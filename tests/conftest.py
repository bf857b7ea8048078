"""What all tests share: the facts, built once into a cache of their own, and the minutes that each group takes."""

from __future__ import annotations

import os
from collections import defaultdict
from collections.abc import Iterator
from pathlib import Path

import pytest
from hypothesis import settings

import headrace
from headrace.values.facts import Facts

settings.register_profile("repeatable", deadline=None, derandomize=True, print_blob=False)
settings.load_profile("repeatable")

ROOT = Path(__file__).resolve().parents[1]


@pytest.fixture(scope="session", autouse=True)
def cache_of_the_tests(tmp_path_factory: pytest.TempPathFactory) -> Iterator[Path]:
    """Built facts go to a folder of the test run, never to the user's; parallel workers share it."""
    base = tmp_path_factory.getbasetemp()
    folder = (base.parent if "PYTEST_XDIST_WORKER" in os.environ else base) / "headrace-cache"
    with pytest.MonkeyPatch.context() as patch:
        patch.setenv("HEADRACE_CACHE", str(folder))
        patch.delenv("HEADRACE_NO_CACHE", raising=False)
        yield folder


@pytest.fixture(scope="session")
def root() -> Path:
    """The top folder of the checkout."""
    return ROOT


@pytest.fixture(scope="session")
def facts(cache_of_the_tests: Path) -> Facts:
    """The shipped facts."""
    return headrace.load()


def pytest_terminal_summary(terminalreporter: pytest.TerminalReporter) -> None:
    """Minutes and tests per folder below tests/, summed over workers."""
    seconds: dict[str, float] = defaultdict(float)
    counts: dict[str, int] = defaultdict(int)
    for reports in terminalreporter.stats.values():
        for report in reports:
            if isinstance(report, pytest.TestReport):
                parts = report.nodeid.split("::")[0].split("/")
                group = parts[1] if len(parts) > 2 else parts[0]
                seconds[group] += report.duration
                counts[group] += report.when == "call"
    if seconds:
        terminalreporter.write_sep("-", "minutes by group of tests")
    for group in sorted(seconds, key=lambda name: -seconds[name]):
        terminalreporter.write_line(f"{seconds[group] / 60:7.2f} min {counts[group]:6d} tests  {group}")
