"""Names: slugs, near names, rounds of look-up, ambiguity."""

import pytest
from hypothesis import given
from hypothesis import strategies as st

from headrace import names
from headrace.errors import InputError
from headrace.names import Entity, Name, NameIndex, nearest, slugify
from headrace.values.facts import Basis, Enzyme, Facts, Host, HostReaction, Isozyme, Reaction

SEEN = Basis("seen", ("s",))


@pytest.mark.parametrize(
    ("text", "slug"),
    [
        ("L-Lysine", "l-lysine"),
        ("2-oxoglutarate", "2-oxoglutarate"),
        ("β-alanine", "beta-alanine"),
        ("Protoporphyrin IX", "protoporphyrin-ix"),
        ("  NAD(P)+ transhydrogenase ", "nad-p-transhydrogenase"),
        ("crème", "creme"),
        ("日本", ""),
    ],
)
def test_slugify(text: str, slug: str) -> None:
    assert slugify(text) == slug


@given(st.text())
def test_a_slug_is_its_own_slug(text: str) -> None:
    assert slugify(slugify(text)) == slugify(text)


def test_nearest_ignores_case_and_returns_the_written_form() -> None:
    assert nearest("L LYSIN", ["L-lysine", "glycine", "heme b"]) == ("L-lysine",)
    assert nearest("zzz", ["L-lysine"]) == ()


def _index(*entries: tuple[str, str, str], order: tuple[str, ...] = ()) -> NameIndex:
    return NameIndex("thing", [Name(text, Entity(kind, slug)) for text, kind, slug in entries], "list things", order)


def test_exact_slug_goes_before_other_peoples_alias() -> None:
    index = _index(("malate", "compound", "malate"), ("malate", "compound", "d-malate"))
    assert index.find("malate") == Entity("compound", "malate")


def test_case_spaces_and_hyphens_do_not_matter_in_the_last_round() -> None:
    index = _index(("L-lysine", "outlet", "l-lysine"))
    for text in ("l lysine", "L-LYSINE", "l-lysine", " Llysine "):
        assert index.find(text) == Entity("outlet", "l-lysine")


def test_digits_do_not_run_together() -> None:
    index = _index(("EC 1.1.1.11", "ec", "1.1.1.11"))
    assert index.find("ec 1.1.1.11").slug == "1.1.1.11"
    with pytest.raises(InputError, match="unknown thing"):
        index.find("EC 1.1.11.1")


def test_unknown_name_lists_near_ones_and_the_command() -> None:
    with pytest.raises(InputError) as caught:
        _index(("glucose", "compound", "glucose"), ("glycine", "compound", "glycine")).find("glucos")
    assert caught.value.near == ("glucose",)
    assert caught.value.read == "glucos"
    assert "list things lists all" in str(caught.value)


def test_ambiguous_name_names_both() -> None:
    index = _index(("aconitase", "enzyme", "aconitase-a"), ("aconitase", "enzyme", "aconitase-b"))
    with pytest.raises(InputError, match="aconitase-a .enzyme., aconitase-b .enzyme."):
        index.find("aconitase")
    assert len(index.find_all("Aconitase")) == 2


def test_kinds_in_order_are_not_ambiguous() -> None:
    entries = [("fumarase", "reaction", "fumarase"), ("fumarase", "enzyme", "fumarase")]
    assert _index(*entries, order=("enzyme", "reaction")).find("fumarase").kind == "enzyme"
    with pytest.raises(InputError, match="can mean"):
        _index(*entries).find("fumarase")


def test_an_empty_name_is_unknown() -> None:
    with pytest.raises(InputError, match="unknown thing '  '"):
        _index(("日本", "compound", "japan")).find("  ")


def _facts() -> tuple[Facts, Host]:
    row = HostReaction(
        "aconitase-mitochondrion",
        "aconitase",
        "citrate-dehydratase",
        "both",
        SEEN,
        "cytosol",
        isozymes=(Isozyme(("ACO1",)), Isozyme(("ACO2", "ISU1"))),
    )
    host = Host("paper-yeast", "paper yeast", "1", (), (row,), (), (), (), (), (), "motive-balanced", SEEN)
    reaction = Reaction("citrate-dehydratase", "citrate dehydratase", (), SEEN, ec=("4.2.1.3",), enzyme="aconitase")
    enzymes = {"aconitase": Enzyme("aconitase", "aconitase", ec=("4.2.1.3",), aliases=("aconitate hydratase",))}
    return Facts("v", {}, {reaction.slug: reaction}, enzymes, {host.slug: host}, {}, {}, {}, {}, {}), host


@pytest.mark.parametrize(
    ("name", "entity"),
    [
        ("ACO1", Entity("gene", "ACO1")),
        ("isu1", Entity("gene", "ISU1")),
        ("aconitase", Entity("enzyme", "aconitase")),
        ("Aconitate hydratase", Entity("enzyme", "aconitase")),
        ("4.2.1.3", Entity("ec", "4.2.1.3")),
        ("EC 4.2.1.3", Entity("ec", "4.2.1.3")),
        ("citrate-dehydratase", Entity("reaction", "citrate-dehydratase")),
        ("aconitase-mitochondrion", Entity("row", "aconitase-mitochondrion")),
    ],
)
def test_catalysts_of_a_host(name: str, entity: Entity) -> None:
    assert names.catalysts(*_facts()).find(name) == entity


def test_hosts_by_label() -> None:
    facts, host = _facts()
    assert names.hosts(facts).find("Paper Yeast").slug == host.slug
    with pytest.raises(InputError, match="unknown host"):
        names.hosts(facts).find("paper")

====

TASK ITEM: Word for word, reproduce every record shown above.

REPLY:
filename tests/conftest.py
repository bf857b7ea8048078
"""What all tests share: the facts, built once into a cache of their own, and the minutes that each group takes."""

from __future__ import annotations

import os
from collections import defaultdict
from collections.abc import Iterator
from pathlib import Path

import pytest
from hypothesis import settings

import headrace
from headrace.values.facts import Facts

settings.register_profile("repeatable", deadline=None, derandomize=True, print_blob=False)
settings.load_profile("repeatable")

ROOT = Path(__file__).resolve().parents[1]


@pytest.fixture(scope="session", autouse=True)
def cache_of_the_tests(tmp_path_factory: pytest.TempPathFactory) -> Iterator[Path]:
    """Built facts go to a folder of the test run, never to the user's; parallel workers share it."""
    base = tmp_path_factory.getbasetemp()
    folder = (base.parent if "PYTEST_XDIST_WORKER" in os.environ else base) / "headrace-cache"
    with pytest.MonkeyPatch.context() as patch:
        patch.setenv("HEADRACE_CACHE", str(folder))
        patch.delenv("HEADRACE_NO_CACHE", raising=False)
        yield folder


@pytest.fixture(scope="session")
def root() -> Path:
    """The top folder of the checkout."""
    return ROOT


@pytest.fixture(scope="session")
def facts(cache_of_the_tests: Path) -> Facts:
    """The shipped facts."""
    return headrace.load()


def pytest_terminal_summary(terminalreporter: pytest.TerminalReporter) -> None:
    """Minutes and tests per folder below tests/, summed over workers."""
    seconds: dict[str, float] = defaultdict(float)
    counts: dict[str, int] = defaultdict(int)
    for reports in terminalreporter.stats.values():
        for report in reports:
            if isinstance(report, pytest.TestReport):
                parts = report.nodeid.split("::")[0].split("/")
                group = parts[1] if len(parts) > 2 else parts[0]
                seconds[group] += report.duration
                counts[group] += report.when == "call"
    if seconds:
        terminalreporter.write_sep("-", "minutes by group of tests")
    for group in sorted(seconds, key=lambda name: -seconds[name]):
        terminalreporter.write_line(f"{seconds[group] / 60:7.2f} min {counts[group]:6d} tests  {group}")
"""Names: slugs, near names, rounds of look-up, ambiguity."""

import pytest
from hypothesis import given
from hypothesis import strategies as st

from headrace import names
from headrace.errors import InputError
from headrace.names import Entity, Name, NameIndex, nearest, slugify
from headrace.values.facts import Basis, Enzyme, Facts, Host, HostReaction, Isozyme, Reaction

SEEN = Basis("seen", ("s",))


@pytest.mark.parametrize(
    ("text", "slug"),
    [
        ("L-Lysine", "l-lysine"),
        ("2-oxoglutarate", "2-oxoglutarate"),
        ("β-alanine", "beta-alanine"),
        ("Protoporphyrin IX", "protoporphyrin-ix"),
        ("  NAD(P)+ transhydrogenase ", "nad-p-transhydrogenase"),
        ("crème", "creme"),
        ("日本", ""),
    ],
)
def test_slugify(text: str, slug: str) -> None:
    assert slugify(text) == slug


@given(st.text())
def test_a_slug_is_its_own_slug(text: str) -> None:
    assert slugify(slugify(text)) == slugify(text)


def test_nearest_ignores_case_and_returns_the_written_form() -> None:
    assert nearest("L LYSIN", ["L-lysine", "glycine", "heme b"]) == ("L-lysine",)
    assert nearest("zzz", ["L-lysine"]) == ()


def _index(*entries: tuple[str, str, str], order: tuple[str, ...] = ()) -> NameIndex:
    return NameIndex("thing", [Name(text, Entity(kind, slug)) for text, kind, slug in entries], "list things", order)


def test_exact_slug_goes_before_other_peoples_alias() -> None:
    index = _index(("malate", "compound", "malate"), ("malate", "compound", "d-malate"))
    assert index.find("malate") == Entity("compound", "malate")


def test_case_spaces_and_hyphens_do_not_matter_in_the_last_round() -> None:
    index = _index(("L-lysine", "outlet", "l-lysine"))
    for text in ("l lysine", "L-LYSINE", "l-lysine", " Llysine "):
        assert index.find(text) == Entity("outlet", "l-lysine")


def test_digits_do_not_run_together() -> None:
    index = _index(("EC 1.1.1.11", "ec", "1.1.1.11"))
    assert index.find("ec 1.1.1.11").slug == "1.1.1.11"
    with pytest.raises(InputError, match="unknown thing"):
        index.find("EC 1.1.11.1")


def test_unknown_name_lists_near_ones_and_the_command() -> None:
    with pytest.raises(InputError) as caught:
        _index(("glucose", "compound", "glucose"), ("glycine", "compound", "glycine")).find("glucos")
    assert caught.value.near == ("glucose",)
    assert caught.value.read == "glucos"
    assert "list things lists all" in str(caught.value)


def test_ambiguous_name_names_both() -> None:
    index = _index(("aconitase", "enzyme", "aconitase-a"), ("aconitase", "enzyme", "aconitase-b"))
    with pytest.raises(InputError, match="aconitase-a .enzyme., aconitase-b .enzyme."):
        index.find("aconitase")
    assert len(index.find_all("Aconitase")) == 2


def test_kinds_in_order_are_not_ambiguous() -> None:
    entries = [("fumarase", "reaction", "fumarase"), ("fumarase", "enzyme", "fumarase")]
    assert _index(*entries, order=("enzyme", "reaction")).find("fumarase").kind == "enzyme"
    with pytest.raises(InputError, match="can mean"):
        _index(*entries).find("fumarase")


def test_an_empty_name_is_unknown() -> None:
    with pytest.raises(InputError, match="unknown thing '  '"):
        _index(("日本", "compound", "japan")).find("  ")


def _facts() -> tuple[Facts, Host]:
    row = HostReaction(
        "aconitase-mitochondrion",
        "aconitase",
        "citrate-dehydratase",
        "both",
        SEEN,
        "cytosol",
        isozymes=(Isozyme(("ACO1",)), Isozyme(("ACO2", "ISU1"))),
    )
    host = Host("paper-yeast", "paper yeast", "1", (), (row,), (), (), (), (), (), "motive-balanced", SEEN)
    reaction = Reaction("citrate-dehydratase", "citrate dehydratase", (), SEEN, ec=("4.2.1.3",), enzyme="aconitase")
    enzymes = {"aconitase": Enzyme("aconitase", "aconitase", ec=("4.2.1.3",), aliases=("aconitate hydratase",))}
    return Facts("v", {}, {reaction.slug: reaction}, enzymes, {host.slug: host}, {}, {}, {}, {}, {}), host


@pytest.mark.parametrize(
    ("name", "entity"),
    [
        ("ACO1", Entity("gene", "ACO1")),
        ("isu1", Entity("gene", "ISU1")),
        ("aconitase", Entity("enzyme", "aconitase")),
        ("Aconitate hydratase", Entity("enzyme", "aconitase")),
        ("4.2.1.3", Entity("ec", "4.2.1.3")),
        ("EC 4.2.1.3", Entity("ec", "4.2.1.3")),
        ("citrate-dehydratase", Entity("reaction", "citrate-dehydratase")),
        ("aconitase-mitochondrion", Entity("row", "aconitase-mitochondrion")),
    ],
)
def test_catalysts_of_a_host(name: str, entity: Entity) -> None:
    assert names.catalysts(*_facts()).find(name) == entity


def test_hosts_by_label() -> None:
    facts, host = _facts()
    assert names.hosts(facts).find("Paper Yeast").slug == host.slug
    with pytest.raises(InputError, match="unknown host"):
        names.hosts(facts).find("paper")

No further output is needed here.